ELEGY, n. A composition in verse, in which, without employing any of the methods of humor, the writer aims to produce in the reader's mind the dampest kind of dejection.



Humor Quotes: "As accidental as my life may be, or as that random humor is, which governs it, I know nothing, after all, so real or substantial as myself"

As accidental as my life may be, or as that random humor is, which governs it, I know nothing, after all, so real or substantial as myself




Humor Quotes: "I'm quite lucky, because I've got a small, decorative concrete pig."

I'm quite lucky, because I've got a small, decorative concrete pig.



Humor Quotes: "I'm a vegetarian, I'm not strict. I eat fish. And duck, but they're nearly fish aren't they."

I'm a vegetarian, I'm not strict. I eat fish. And duck, but they're nearly fish aren't they.




Humor Quotes: "I am Zebedee, lord of the woods! Bow down snail, I have dominion!"

I am Zebedee, lord of the woods! Bow down snail, I have dominion!

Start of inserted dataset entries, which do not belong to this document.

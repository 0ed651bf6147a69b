import type { DrawingDefinition } from '../../../src/atlas/definition.ts';
import type { FigureItem } from '../../../src/atlas/figure.ts';
import { fitWindow } from '../shared/fit-window.ts';
import { leftNullVector } from '../shared/left-null-vector.ts';
import { AXES, chartUnknowns, conditionCount, subspaceParameters, type SchubertShape } from './schubert-chart.ts';

// Oblique parallel projection of affine (n − 1)-space to the drawing plane, one column per axis x, y, z, w, v.
const PROJECTION = [
  [1, 0, 0.45, 0.2, -0.3],
  [0, 1, 0.3, -0.35, 0.25],
] as const;

function project(x: readonly number[]): [number, number] {
  return [0, 1].map((r) => x.reduce((s, v, i) => s + PROJECTION[r]![i]! * v, 0)) as [number, number];
}

/** The projection's formula in words, for the caption. */
function projectionText(dimension: number): string {
  const term = (c: number, axis: string) => (c === 0 ? '' : `${c < 0 ? ' − ' : ' + '}${Math.abs(c) === 1 ? '' : Math.abs(c)}${axis}`);
  const [u, w] = [0, 1].map((r) => AXES.slice(0, dimension).map((a, i) => term(PROJECTION[r]![i]!, a)).join('').replace(/^ \+ /, ''));
  return `(${AXES.slice(0, dimension).join(', ')}) ↦ (${u}, ${w})`;
}

/** Given subspace j as numbers: its point and its directions in affine (n − 1)-space. */
function subspaceOf(shape: SchubertShape, q: Readonly<Record<string, number>>, j: number): { point: number[]; directions: number[][] } {
  const names = subspaceParameters(shape, j);
  return { point: names.point.map((n) => q[n]!), directions: names.directions.map((d) => d.map((n) => q[n]!)) };
}

/** A patch of given subspace j: the parallelogram point ± h·e ± h·f (first two directions, each scaled to length 0.5), projected. */
function patch(shape: SchubertShape, q: Readonly<Record<string, number>>, j: number): FigureItem {
  const { point, directions } = subspaceOf(shape, q, j);
  const [e, f] = directions.slice(0, 2).map((d) => d.map((v) => (0.5 * v) / Math.hypot(...d)));
  const corner = (s: number, t: number) => project(point.map((v, i) => v + s * e![i]! + t * (f ? f[i]! : 0)));
  const points = f ? [corner(-1, -1), corner(1, -1), corner(1, 1), corner(-1, 1)] : [corner(-1, 0), corner(1, 0)];
  return { shape: 'polyline', points, closed: f !== undefined, layer: 'given', label: `given ${j}` };
}

/**
 * Where the solution (values of the chart's unknowns, real) meets given subspace j: the point c₁v₁ + … + c_kv_k of the
 * solution's rows v_r lying in the given subspace, from a left null vector of the stacked n × n matrix, in affine
 * coordinates (divided by its x₀, which is nonzero for points the chart sees). Null when the point is at infinity.
 */
function meetingPoint(shape: SchubertShape, values: readonly number[], q: Readonly<Record<string, number>>, j: number): number[] | null {
  const { k, n } = shape;
  const X = chartUnknowns(shape).map((row, r) => row.map((_, c) => values[r * (n - k) + c]!));
  const top = X.map((row, r) => [...Array.from({ length: k }, (_, c) => (c === r ? 1 : 0)), ...row]);
  const { point, directions } = subspaceOf(shape, q, j);
  const c = leftNullVector([...top, [1, ...point], ...directions.map((d) => [0, ...d])]);
  const homogeneous = top[0]!.map((_, i) => top.reduce((s, row, r) => s + c[r]! * row[i]!, 0));
  if (Math.abs(homogeneous[0]!) < 1e-9 * Math.max(...homogeneous.map(Math.abs))) return null;
  return homogeneous.slice(1).map((v) => v / homogeneous[0]!);
}

/**
 * The dots among `items` that are not far out: within 4 times the median distance of all dots (and at least the
 * configuration's own radius) from the centre of the configuration's points, so one remote meeting point does not
 * shrink the rest of the figure to a corner.
 */
function bulkOfDots(configuration: readonly FigureItem[], items: readonly FigureItem[]): FigureItem[] {
  const corners = configuration.flatMap((item) => (item.shape === 'polyline' ? item.points : []));
  const cx = corners.reduce((s, p) => s + p[0], 0) / corners.length, cy = corners.reduce((s, p) => s + p[1], 0) / corners.length;
  const away = (x: number, y: number) => Math.hypot(x - cx, y - cy);
  const dots = items.filter((item) => item.shape === 'point');
  const distances = dots.map((d) => away(d.x, d.y)).sort((a, b) => a - b);
  const radius = Math.max(4 * (distances[Math.floor(distances.length / 2)] ?? 0), ...corners.map(([x, y]) => away(x, y)));
  return dots.filter((d) => away(d.x, d.y) <= radius);
}

/**
 * The figure of a Schubert problem in the chart x₀ = 1, projected obliquely to the plane: each given subspace as a
 * small labelled patch around its point; each real solution as its projected line (k = 2, across the window, every
 * meeting point dotted) or as the triangle with corners where it meets the first, middle and last given subspaces (planes,
 * k = 3, corners dotted); the window fits the patches and the bulk of the dots (bulkOfDots).
 */
export function schubertDrawing(shape: SchubertShape, what: string): DrawingDefinition {
  // Planes: the triangle cut out by the first, middle and last given planes; lines: every meeting point.
  const m = conditionCount(shape);
  const shown = shape.k === 3 ? [1, Math.ceil(m / 2), m] : Array.from({ length: m }, (_, i) => i + 1);
  const given = shape.n - shape.k - 1 === 2 ? 'plane' : `${shape.n - shape.k - 1}-plane`;
  const configuration = (q: Readonly<Record<string, number>>) => Array.from({ length: conditionCount(shape) }, (_, i) => patch(shape, q, i + 1));
  return {
    projection: `${what} drawn by the oblique parallel projection ${projectionText(shape.n - 1)}; each given ${given} appears as a small square patch around its point (its projection covers the whole drawing), each real solution ${shape.k === 2 ? `as its projected line, and the dots mark where the solutions meet the given ${given}s.` : `as the triangle whose corners (dots) are the points where it meets given ${given}s ${shown.join(', ').replace(/, (\d+)$/, ' and $1')}.`} The window fits the patches and the bulk of the dots; a dot far from all the others may lie outside it.`,
    window: (q, items) => fitWindow([...configuration(q), ...bulkOfDots(configuration(q), items ?? [])], 0.05),
    configuration,
    solution: (values, q) => {
      const meets = shown.map((j) => meetingPoint(shape, values, q, j))
        .map((p, i) => (p ? { at: project(p), j: shown[i]! } : null))
        .filter((m): m is { at: [number, number]; j: number } => m !== null);
      const dots = meets.map(({ at, j }): FigureItem => ({ shape: 'point', x: at[0], y: at[1], layer: 'intersection', label: `meets given ${j}` }));
      if (meets.length < 2) return dots;
      if (shape.k === 3) return meets.length === 3 ? [{ shape: 'polyline', points: meets.map((m) => m.at), closed: true, layer: 'solution' }, ...dots] : dots;
      // A line projects to a line: the one through its two meeting points farthest apart, drawn across the window.
      const [p, r] = meets.flatMap((a) => meets.map((b) => [a.at, b.at] as const)).reduce((best, pair) => (Math.hypot(pair[0][0] - pair[1][0], pair[0][1] - pair[1][1]) > Math.hypot(best[0][0] - best[1][0], best[0][1] - best[1][1]) ? pair : best));
      const a = r[1] - p[1], b = p[0] - r[0];
      return [{ shape: 'line', a, b, c: -(a * p[0] + b * p[1]), layer: 'solution' }, ...dots];
    },
  };
}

Humor Quotes: "He had the sort of face that makes you realize God does have a sense of humor."

He had the sort of face that makes you realize God does have a sense of humor.



Humor Quotes: "The worst thing to do is to die while reading LIFE magazine."

The worst thing to do is to die while reading LIFE magazine.




Humor Quotes: "Dentists tell you not to pick your teeth with any sharp metal object. Then you sit in their chair and the first thing they grab is an iron hook."

Dentists tell you not to pick your teeth with any sharp metal object. Then you sit in their chair and the first thing they grab is an iron hook.



Humor Quotes: "No parents. You have Uncle Jesse, forever in overalls. Then there's Bo and Duke. What do they do? I never saw them working for food or gas money. You can only kill so many possum."

No parents. You have Uncle Jesse, forever in overalls. Then there's Bo and Duke. What do they do? I never saw them working for food or gas money. You can only kill so many possum.



Humor Quotes: "A new cologne is coming out. It's for cowboys, and it's made from cow's manure. That way the women will be on you like flies!"

A new cologne is coming out. It's for cowboys, and it's made from cow's manure. That way the women will be on you like flies!



Humor Quotes: "Humor, for me, is really a gate of departure. Its a way of enticing a reader into a poem so that less funny things can take place later. It really is not an end in itself, but a means to an end."

Humor, for me, is really a gate of departure. Its a way of enticing a reader into a poem so that less funny things can take place later. It really is not an end in itself, but a means to an end.



Humor Quotes: "I worry about ridiculous things, you know, how does a guy who drives a snowplough get to work in the morning. ... That can keep me awake for days."

I worry about ridiculous things, you know, how does a guy who drives a snowplough get to work in the morning. ... That can keep me awake for days.




Humor Quotes: "If Jesus was a Jew, how come he has a Mexican first name?"

If Jesus was a Jew, how come he has a Mexican first name?



Humor Quotes: "Now, the country is in a terrible state, and you've blamed it on a number of things: Unemployment rate, the value of the pound and all that... wrll, it's because the national anthem is boring."

Now, the country is in a terrible state, and you've blamed it on a number of things: Unemployment rate, the value of the pound and all that... wrll, it's because the national anthem is boring.



Humor Quotes: "I'm rather relaxed about death. From quite an early age I've regarded it as part of the deal, the unwritten guarantee that comes with your birth certificate."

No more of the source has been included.